■ **WHAT IS EXPECTED**:
Exactly as they appear below, repeat the lines from the one with "describe, expect, it" through the one with "heldBackPair, heldBackWinner, MAX_HELD_BACK", and no others.

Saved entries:
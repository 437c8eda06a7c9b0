import type { RegressionTestScores } from '@netbreeder/shared-types';
import type { RunStore } from '../store/run-store.js';

/** A regression champion's test scores, from the event that recorded its one test scoring (empty for a classifier). */
export function championTestRegression(store: RunStore, runId: string, evaluationId: string): { testRegression?: RegressionTestScores } {
  const own = store.events(runId, 'champion-candidate-scored').map((e) => e.detail as { evaluationId: string; testRegression?: RegressionTestScores }).find((d) => d.evaluationId === evaluationId);
  return own?.testRegression ? { testRegression: own.testRegression } : {};
}

/** A regression figure as reports show it: 4 significant digits, no trailing zeros. */
export const fourDigits = (v: number): string => String(Number(v.toPrecision(4)));
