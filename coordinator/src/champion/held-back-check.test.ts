import { describe, expect, it } from 'vitest';
import type { ChampionCandidate } from '@netbreeder/shared-types';
import { heldBackCount, heldBackPair, heldBackWinner, MAX_HELD_BACK } from './held-back-check.js';

const candidate = (seq: number, extra: Partial<ChampionCandidate>): ChampionCandidate => ({ sourceEvaluationId: `r-s${seq}-a1`, genomeHash: String(seq).repeat(64).slice(0, 64), seq, valAccuracy: 0.9, champion: false, ...extra });

describe('the held-back check', () => {
  it('holds back a share of the validation split, capped, and none when off or when nothing would be left to train on', () => {
    expect(heldBackCount(1200, 0.5)).toBe(600);
    expect(heldBackCount(1_000_000, 0.5)).toBe(MAX_HELD_BACK);
    expect(heldBackCount(1200, 0)).toBe(0);
    expect(heldBackCount(1200, undefined)).toBe(0); // a run stored before the setting
    expect(heldBackCount(1, 0.9)).toBe(0);
  });

  it('compares the champion with a reference network that has its own final training only', () => {
    const champion = candidate(3, { champion: true });
    const reference = candidate(0, { reference: true });
    expect(heldBackPair([champion, reference])).toEqual({ champion, reference });
    expect(heldBackPair([candidate(0, { champion: true, reference: true })])).toBeNull();
    expect(heldBackPair([champion, candidate(5, { ensemblePosition: 1 })])).toBeNull();
  });

  it('exports the reference only when it scores strictly higher; a tie or a missing score keeps the search\'s choice', () => {
    expect(heldBackWinner(0.95, 0.97)).toBe('reference');
    expect(heldBackWinner(0.97, 0.97)).toBe('search');
    expect(heldBackWinner(0.98, 0.97)).toBe('search');
    expect(heldBackWinner(null, 0.97)).toBe('search');
    expect(heldBackWinner(0.9, undefined)).toBe('search');
  });
});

■ **THE COMPLETED TASK**:
import { describe, expect, it } from 'vitest';
import type { ChampionCandidate } from '@netbreeder/shared-types';
import { heldBackCount, heldBackPair, heldBackWinner, MAX_HELD_BACK } from './held-back-check.js';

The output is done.